Sorge zunächst für deine Sicherheit und hole medizinische Hilfe. Melde den Unfall anschließend so schnell wie möglich deinem Arbeitgeber oder Vorgesetzten. Wenn du über eine Zeitarbeitsfirma beschäftigt bist, solltest du auch deinen Ansprechpartner dort informieren. Sichere außerdem Beweise wie Fotos vom Unfallort, Kontaktdaten von Zeugen und sämtliche medizinischen Unterlagen.
2. Wen muss ich über einen Arbeitsunfall im Ausland informieren?
In erster Linie solltest du deinen direkten Vorgesetzten oder Arbeitgeber informieren. Wenn du über eine Zeitarbeitsfirma beschäftigt bist, solltest du auch diese benachrichtigen.
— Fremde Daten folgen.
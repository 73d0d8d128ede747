// DrawKit — see draw_kit.h.
#include "ui/screens/widgets.h"

#include "pitch/base/text.h"
#include "ui/screens/palette.h"
#include "ui/screens/screen.h"

#include <algorithm>
#include <cmath>
#include <cstdio>
#include <string>

namespace beatless::ui {

Tuning tuning_of(double dev_cents, double in_tune_cents) noexcept {
    if (std::fabs(dev_cents) <= in_tune_cents) return Tuning::in_tune;
    return dev_cents > 0.0 ? Tuning::sharp : Tuning::flat;
}

std::uint32_t tuning_colour(Tuning t) noexcept {
    switch (t) {
        case Tuning::in_tune: return palette::kInTune;
        case Tuning::sharp: return palette::kSharp;
        case Tuning::flat: return palette::kFlat;
    }
    return palette::kText;
}

std::string_view tuning_word(Tuning t) noexcept {
    switch (t) {
        case Tuning::in_tune: return "in tune";
        case Tuning::sharp: return "sharp";
        case Tuning::flat: return "flat";
    }
    return "";
}

ImFont* font_of(FontFace face) { return ImGuiHost::current()->font(face); }
float font_px(FontFace face) { return font_of(face)->FontSize; }

ImVec2 text_size(FontFace face, std::string_view text) {
    ImFont* f = font_of(face);
    return f->CalcTextSizeA(f->FontSize, 1e9f, 0.0f, text.data(), text.data() + text.size());
}

void draw_text(ImDrawList* dl, FontFace face, ImVec2 pos, std::uint32_t colour, std::string_view text) {
    ImFont* f = font_of(face);
    dl->AddText(f, f->FontSize, ImVec2(std::round(pos.x), std::round(pos.y)), colour, text.data(),
                text.data() + text.size());
}

void draw_text_centred(ImDrawList* dl, FontFace face, float x, float y, std::uint32_t colour, std::string_view text) {
    draw_text(dl, face, ImVec2(x - 0.5f * text_size(face, text).x, y), colour, text);
}

void draw_tuning_shape(ImDrawList* dl, Tuning t, ImVec2 c, float r, std::uint32_t colour) {
    switch (t) {
        case Tuning::in_tune: dl->AddCircleFilled(c, r * 0.85f, colour, 24); break;
        case Tuning::sharp:
            dl->AddTriangleFilled(ImVec2(c.x, c.y - r), ImVec2(c.x + r, c.y + r * 0.8f),
                                  ImVec2(c.x - r, c.y + r * 0.8f), colour);
            break;
        case Tuning::flat:
            dl->AddTriangleFilled(ImVec2(c.x - r, c.y - r * 0.8f), ImVec2(c.x + r, c.y - r * 0.8f),
                                  ImVec2(c.x, c.y + r), colour);
            break;
    }
}

void draw_diamond(ImDrawList* dl, ImVec2 c, float r, std::uint32_t colour, float thickness) {
    const ImVec2 p[4] = {ImVec2(c.x, c.y - r), ImVec2(c.x + r, c.y), ImVec2(c.x, c.y + r), ImVec2(c.x - r, c.y)};
    dl->AddPolyline(p, 4, colour, ImDrawFlags_Closed, thickness);
}

void draw_square(ImDrawList* dl, ImVec2 c, float r, std::uint32_t colour, bool filled) {
    const ImVec2 a(std::round(c.x - r), std::round(c.y - r)), b(std::round(c.x + r), std::round(c.y + r));
    if (filled)
        dl->AddRectFilled(a, b, colour);
    else
        dl->AddRect(a, b, colour, 0.0f, 0, std::max(1.0f, std::round(r * 0.25f)));
}

void draw_warning_sign(ImDrawList* dl, ImVec2 c, float r, std::uint32_t colour) {
    dl->AddTriangleFilled(ImVec2(c.x, c.y - r), ImVec2(c.x + r * 1.1f, c.y + r * 0.9f),
                          ImVec2(c.x - r * 1.1f, c.y + r * 0.9f), colour);
    const float w = std::max(1.0f, std::round(r * 0.22f));
    dl->AddRectFilled(ImVec2(std::round(c.x - w * 0.5f), std::round(c.y - r * 0.45f)),
                      ImVec2(std::round(c.x + w * 0.5f), std::round(c.y + r * 0.3f)), palette::kBackground);
    dl->AddRectFilled(ImVec2(std::round(c.x - w * 0.5f), std::round(c.y + r * 0.45f)),
                      ImVec2(std::round(c.x + w * 0.5f), std::round(c.y + r * 0.45f + w)), palette::kBackground);
}

void draw_panel(ImDrawList* dl, float x0, float y0, float w, float h) {
    dl->AddRectFilled(ImVec2(x0, y0), ImVec2(x0 + w, y0 + h), palette::kPanel,
                      std::round(0.25f * font_px(FontFace::body)));
}

std::string fit_text(FontFace face, const std::string& text, float max_w) {
    if (text_size(face, text).x <= max_w) return text;
    const std::string ell = "\xE2\x80\xA6";
    std::string s = text;
    while (!s.empty()) {
        do s.pop_back();
        while (!s.empty() && (static_cast<unsigned char>(s.back()) & 0xC0) == 0x80);  // a UTF-8 continuation byte
        if (!s.empty()) s.pop_back();
        if (text_size(face, s + ell).x <= max_w) break;
    }
    while (!s.empty() && s.back() == ' ') s.pop_back();
    return s + ell;
}

std::vector<std::string> wrap_lines(FontFace face, std::string_view text, float max_w) {
    std::vector<std::string> lines;
    std::string line;
    pitch::for_each_part(text, ' ', [&](std::string_view word) {
        if (word.empty()) return;
        std::string joined = line.empty() ? std::string(word) : line + " " + std::string(word);
        if (!line.empty() && text_size(face, joined).x > max_w) {
            lines.push_back(fit_text(face, line, max_w));
            joined = std::string(word);
        }
        line = std::move(joined);
    });
    if (!line.empty()) lines.push_back(fit_text(face, line, max_w));
    return lines;
}

std::string signed_text(double v, int decimals) {
    char buf[32];
    const double shown = std::fabs(v) < 0.5 * std::pow(10.0, -decimals) ? 0.0 : v;
    std::snprintf(buf, sizeof buf, "%.*f", decimals, std::fabs(shown));
    if (shown > 0.0) return std::string("+") + buf;
    if (shown < 0.0) return std::string("\xE2\x88\x92") + buf;
    return buf;
}

void draw_verdict_readout(ImDrawList* dl, float right, float ty, float ny, Tuning t, bool live, const std::string& word,
                          const std::string& num, const std::string& unit) {
    const float u = ui_unit();
    const float medium = font_px(FontFace::medium);
    const std::uint32_t col = live ? tuning_colour(t) : palette::kTextDim;
    const float word_w = std::max(text_size(FontFace::medium, word).x, text_size(FontFace::body, unit).x);
    const float shape_r = std::round(0.42f * medium);
    const float word_x = right - word_w;
    draw_text(dl, FontFace::medium, ImVec2(word_x, ny), col, word);
    draw_text(dl, FontFace::body, ImVec2(word_x, ny + medium + std::round(0.25f * u)), palette::kTextDim, unit);
    float num_right = word_x - std::round(0.6f * u);
    if (live) {
        const float shape_x = word_x - std::round(0.7f * u) - shape_r;
        draw_tuning_shape(dl, t, ImVec2(shape_x, ny + 0.55f * medium), shape_r, col);
        num_right = shape_x - shape_r - std::round(0.6f * u);
    }
    const FontFace nf = live ? FontFace::large : FontFace::medium;
    draw_text(dl, nf, ImVec2(num_right - text_size(nf, num).x, live ? ty : ny), col, num);
}

}  // namespace beatless::ui
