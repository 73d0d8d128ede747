// The lane — the horizontal deviation display around the current target, shared by the Practice and Drills screens.
// Method: ours: a -50 .. +50 cent band with the in-tune window, the marker at the verdict (ui/session/verdict.h)
// in the state's shape, the instantaneous pitch as a fading trail. Layout: DEVELOPERS.md, "Methods in detail".
// Thread: the UI thread. Allocates: only through ImGui's draw lists.
#pragma once

#include "pitch/measure/reading.h"
#include "ui/session/app_state.h"

#include <imgui.h>

#include <cmath>

namespace beatless::ui {

constexpr double kLaneHalfCents = 50.0;  // the lane spans ±50 cents
constexpr double kLaneTrailS = 0.5;      // the marker's fading trail

struct LaneView {
    double in_tune_cents = 5.0;         // half-width of the in-tune window; default 5
    const Verdict* verdict = nullptr;   // what the marker shows; null or idle: the lane alone
    const TraceStore* trail = nullptr;  // readings for the trail (newest last); null: none
    bool show_now = true;               // the "now" tick below the labels (needs about 2.5 body units)
    const char* low_word = "flat";      // the ends in words ("narrow" / "wide" for an interval)
    const char* high_word = "sharp";
};

// Draws the lane with its band's top-left at (x0, y0); the marker's head
// rises about 1.4 body units above, the labels and the centre track take
// about 3 below.
void draw_lane(ImDrawList* dl, float x0, float y0, float w, float band_h, const LaneView& v);

}  // namespace beatless::ui
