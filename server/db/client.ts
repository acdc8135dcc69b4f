import { drizzle, type NodePgDatabase } from 'drizzle-orm/node-postgres';
import { migrate } from 'drizzle-orm/node-postgres/migrator';
import { join } from 'node:path';
import pg from 'pg';
import { repoRoot } from '../config';
import * as schema from './schema';

export type Database = NodePgDatabase<typeof schema> & { $client: pg.Pool };

export function createDatabase(url: string): Database {
  const pool = new pg.Pool({ connectionString: url, max: 10, connectionTimeoutMillis: 5_000 });
  // An idle client that loses its server must not take the process down; the next query reports the fault.
  pool.on('error', () => {});
  return drizzle({ client: pool, schema });
}

/** Any fixed number: the advisory lock that lets one instance at a time migrate a shared database. */
const migrationLock = 0x6b6c6d;

/**
 * Applies the committed migrations in drizzle/; does nothing when the database is up to date. Instances that
 * start together behind a load balancer take turns, so the same migration is never applied twice.
 */
export async function applyMigrations(db: Database): Promise<void> {
  const lock = await db.$client.connect();
  try {
    await lock.query('SELECT pg_advisory_lock($1)', [migrationLock]);
    await migrate(db, { migrationsFolder: join(repoRoot, 'drizzle') });
  } finally {
    await lock.query('SELECT pg_advisory_unlock($1)', [migrationLock]).catch(() => {});
    lock.release();
  }
}
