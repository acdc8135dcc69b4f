import { drizzle, type NodePgDatabase } from 'drizzle-orm/node-postgres';
import { migrate } from 'drizzle-orm/node-postgres/migrator';
import { join } from 'node:path';
import pg from 'pg';
import { repoRoot } from '../config';
import * as schema from './schema';

export type Database = NodePgDatabase<typeof schema> & { $client: pg.Pool };

export function createDatabase(url: string): Database {
  const pool = new pg.Pool({ connectionString: url, max: 10, connectionTimeoutMillis: 5_000 });
  // An idle client that loses its server must not take the process down; the next query reports the fault.
  pool.on('error', () => {});
  return drizzle({ client: pool, schema });
}

/** Applies the committed migrations in drizzle/; does nothing when the database is up to date. */
export async function applyMigrations(db: Database): Promise<void> {
  await migrate(db, { migrationsFolder: join(repoRoot, 'drizzle') });
}
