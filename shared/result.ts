/** A fault in what the user wrote: its field path (`scale.degrees[3]`) and a message. */
export interface FieldError {
  path: string;
  message: string;
}

/** What every parser and builder returns: a value, or the faults found, never an exception. */
export type Result<T> = { ok: true; value: T } | { ok: false; errors: FieldError[] };

/** A fault at `path`; the message starts with the path so that it reads on its own. */
export function fieldError(path: string, fault: string): FieldError {
  return { path, message: `${path}: ${fault}` };
}

export function succeed<T>(value: T): Result<T> {
  return { ok: true, value };
}

export function fail<T>(errors: FieldError[]): Result<T> {
  return { ok: false, errors };
}
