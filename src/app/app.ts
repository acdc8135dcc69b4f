import { ChangeDetectionStrategy, Component, OnInit, inject, signal } from '@angular/core';
import { MatButtonModule } from '@angular/material/button';
import { MatIconModule } from '@angular/material/icon';
import { MatMenuModule } from '@angular/material/menu';
import { MatToolbarModule } from '@angular/material/toolbar';
import { NavigationEnd, Router, RouterLink, RouterLinkActive, RouterOutlet } from '@angular/router';
import { takeUntilDestroyed, toSignal } from '@angular/core/rxjs-interop';
import { filter, map } from 'rxjs';
import { Connection } from './auth/connection';
import { Session } from './auth/session';
import { ThemeChoice } from './theme/theme-choice';

interface Destination {
  path: string;
  label: string;
  icon: string;
}

@Component({
  selector: 'app-root',
  changeDetection: ChangeDetectionStrategy.OnPush,
  imports: [
    RouterOutlet,
    RouterLink,
    RouterLinkActive,
    MatToolbarModule,
    MatButtonModule,
    MatIconModule,
    MatMenuModule,
  ],
  templateUrl: './app.html',
  styleUrl: './app.scss',
})
export class App implements OnInit {
  private readonly router = inject(Router);
  protected readonly session = inject(Session);
  /** Set when sign-in came back refused (`?signin=failed`): the shell says so until dismissed. */
  protected readonly signInFailed = signal(false);
  protected readonly connection = inject(Connection);
  /** Signing in from the shell comes back to the page the member was on. */
  protected readonly signInHref = toSignal(
    inject(Router).events.pipe(
      filter((event) => event instanceof NavigationEnd),
      map((event) => this.session.signInUrl(event.urlAfterRedirects)),
    ),
    { initialValue: this.session.signInUrl('/') },
  );
  protected readonly themes = inject(ThemeChoice);
  protected readonly destinations: Destination[] = [
    { path: '/design', label: 'Design', icon: 'tune' },
    { path: '/library', label: 'Library', icon: 'library_music' },
    { path: '/retune', label: 'Retune', icon: 'queue_music' },
    { path: '/temperaments', label: 'Generator search', icon: 'manage_search' },
    { path: '/bands', label: 'Bands', icon: 'groups' },
  ];

  ngOnInit(): void {
    void this.session.refresh();
  }

  private readonly failedSignIns = this.router.events
    .pipe(
      filter((event) => event instanceof NavigationEnd),
      takeUntilDestroyed(),
    )
    .subscribe((event) => {
      const address = this.router.parseUrl(event.urlAfterRedirects);
      if (address.queryParamMap.get('signin') !== 'failed') return;
      this.signInFailed.set(true);
      // The address keeps no trace of the failure, so a reload does not say it again.
      delete address.queryParams['signin'];
      void this.router.navigateByUrl(address, { replaceUrl: true });
    });

  protected signOut(): void {
    void this.session.signOut();
  }
}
Bei schweren Arbeitsunfällen kann der Arbeitgeber zusätzlich verpflichtet sein, den Unfall den zuständigen Behörden zu melden.
3. Habe ich nach einem Arbeitsunfall im Ausland Anspruch auf eine Entschädigung?
Das kann der Fall sein. Welche Leistungen dir zustehen, hängt unter anderem vom jeweiligen Land, deinem Beschäftigungsstatus, der Art des Unfalls und dessen Folgen ab. Möglich sind beispielsweise die Übernahme von Behandlungskosten und Rehabilitationsmaßnahmen, Leistungen bei Arbeitsunfähigkeit, Entschädigungen bei dauerhaften Gesundheitsschäden oder eine Unfallrente.
4. Wie kann ich nachweisen, dass es sich um einen Arbeitsunfall handelt?
Entscheidend ist, den Unfall möglichst schnell offiziell zu melden und alle relevanten Unterlagen zu sichern. Hilfreich sind Fotos vom Unfallort, Zeugenaussagen, medizinische Dokumentation, der offizielle Unfallbericht sowie SMS, E-Mails oder andere Nachrichten, die belegen, dass du den Unfall deinem Arbeitgeber gemeldet hast.